Kegagalan KPU dalam memahami filosofi dari asas Lex specialis lex generali itu juga menyebabkan ia melanggar asas Nullum delictum nulla poena sine praevia lege poenali. Sebab, tidak ada perbuatan yang dapat dipidana kecuali atas kekuatan aturan pidana dalam perundang- undangan yang telah ada sebelum perbuatan tersebut dilakukan.
Dikatakan demikian karena Irman Gusman sudah selesai menjalani seluruh masa pidananya sebelum MK mengeluarkan putusan No. 12/PUU-XXI/2023; dan sebelum MA mengeluarkan putusan No. 28 P/HUM/2023.
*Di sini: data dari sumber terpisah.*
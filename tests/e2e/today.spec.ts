import { expect, test } from '@playwright/test'
import { DEMO, mainNav, signInAs, watchConsole } from './helpers'

// Issue 12, "Today": the office lands on Today, follows the notice due there to the vehicle, and sends
// it. The demo's TC-2026-00041 (valued under $500) owes a notice of intent to dispose
// (Cal. Veh. Code § 22851.10) and has nobody on record yet: the clerk adds its owner first.
test('the office opens Today, follows a due notice to the vehicle and sends it', async ({ page }) => {
  test.slow()
  const problems = watchConsole(page)
  await page.goto('/sign-in')
  await page.getByLabel('E-mail').fill(DEMO.office)
  await page.getByLabel('Password', { exact: true }).fill(DEMO.password)
  const today = page.waitForResponse((r) => r.url().endsWith('/api/today') && r.status() === 200)
  await page.getByRole('button', { name: 'Sign in' }).click()
  await expect(page).toHaveURL(/\/today$/)
  await today
  await expect(page.getByRole('heading', { name: 'Today', level: 1 })).toBeVisible()

  const entry = page.getByTestId('today-entry').filter({ hasText: 'TC-2026-00041' }).and(page.locator('[data-kind="notice"]'))
  await expect(entry).toContainText('Notice to send')
  await expect(entry).toContainText('Notice of intent to dispose')
  await entry.getByRole('link', { name: 'Send the notice' }).click()
  await expect(page).toHaveURL(/\/vehicles\/[0-9a-f-]+#notices$/)
  const notices = page.getByTestId('notices-panel')
  await expect(notices).toBeInViewport()

  const who = page.getByTestId('contacts-panel')
  await who.getByRole('button', { name: 'Add a contact' }).click()
  let dialog = page.getByRole('dialog', { name: 'Add a contact' })
  await dialog.getByLabel('Name', { exact: true }).fill('Marisol Quenby')
  await dialog.getByLabel('Street address').fill('12 Alder Row')
  await dialog.getByLabel('City', { exact: true }).fill('Orrin Flats')
  await dialog.getByLabel('State', { exact: true }).fill('CA')
  await dialog.getByLabel('ZIP code').fill('93274')
  await dialog.getByLabel('Date of the records request').fill('2026-11-30')
  const saved = page.waitForResponse((r) => r.url().endsWith('/contacts') && r.request().method() === 'POST')
  await dialog.getByRole('button', { name: 'Save the contact' }).click()
  expect((await saved).status()).toBe(201)

  const made = page.waitForResponse((r) => /\/notices$/.test(r.url()) && r.request().method() === 'POST')
  await notices.getByTestId('planned-disposal_notice').getByRole('button', { name: 'Make the letters' }).click()
  expect((await made).status()).toBe(201)
  const letter = notices.getByTestId('notice-registered_owner')
  await expect(letter).toContainText('Marisol Quenby')
  await letter.getByRole('button', { name: 'Send' }).click()
  dialog = page.getByRole('dialog', { name: 'Send the notice' })
  await dialog.getByLabel('Tracking number').fill('9407 1112 0620 5555 0041 00')
  const sent = page.waitForResponse((r) => r.url().endsWith('/send') && r.request().method() === 'POST')
  await dialog.getByRole('button', { name: 'Record and send' }).click()
  expect((await sent).status()).toBe(200)
  await expect(letter).toContainText('Certified mail 9407 1112 0620 5555 0041 00, mailed')

  // Back on Today, the notice is no longer listed as one to send.
  const again = page.waitForResponse((r) => r.url().endsWith('/api/today') && r.status() === 200)
  await (await mainNav(page)).getByRole('link', { name: 'Today' }).click()
  await again
  await expect(page.getByTestId('today-entry').first()).toBeVisible()
  await expect(page.locator('[data-testid="today-entry"][data-kind="notice"]').filter({ hasText: 'TC-2026-00041' })).toHaveCount(0)
  expect(problems).toEqual([])
})

test('the technician\'s Today lists only what waits in Teardown, each a link to its inspection', async ({ page }) => {
  await signInAs(page, 'technician', '/today')
  const entries = page.getByTestId('today-entry')
  await expect(entries.first()).toBeVisible()
  for (const kind of await entries.evaluateAll((els) => els.map((e) => e.getAttribute('data-kind')))) expect(kind).toBe('inspection')
  await entries.first().getByRole('link', { name: 'Inspect' }).click()
  await expect(page).toHaveURL(/\/vehicles\/[0-9a-f-]+\/inspection$/)
})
Memaksakan penerapan putusan MK dan putusan MA dimaksud terhadap Irman Gusman tentu saja merupakan penzaliman yang barbarik, karena melanggar asas Culpae poena par esto, bahwa hukuman harus setimpal dengan kejahatannya.
Padahal sejak menyelesaikan seluruh masa pidananya, Irman Gusman tidak melakukan kejahatan apa pun yang dapat dikenai sanksi pidana. Kenapa, setelah Irman Gusman menyelesaikan seluruh masa pidananya, negara menjatuhkan lagi pidana tambahan berupa pencabutan hak politik selama 5 (lima) tahun tanpa ada kesalahan atau pun kejahatan yang diperbuatnya?
Maka sudah tepat ketika MA dalam putusannya No. 28 P/HUM/2023 secara tegas menyatakan bahwa PKPU No. 11/2023 itu “tidak berlaku umum.” Artinya, hanya berlaku dalam kasus-kasus khusus (Lex specialis) yang mengesampingkan Lex generali.
Tapi ketika MA dalam putusan dimaksud memerintahkan KPU untuk mencabut Pasal 18 ayat (2) PKPU No.11/2023, maka KPU seharusnya mencabut PKPU tersebut lantas mengeluarkan PKPU terbaru yang tidak menyalahi asas Lex specialis dimaksud.
Untuk mencabut Pasal 18 ayat (2) PKPU No.11/2023 sesuai perintah putusan MA, atau pun untuk menerbitkan PKPU terbaru sebagaimana diterangkan di atas, KPU wajib berkonsultasi dengan DPR RI dan Pemerintah, sesuai perintah Pasal 75 UU No. 7 Tahun 2017 tentang Pemilu.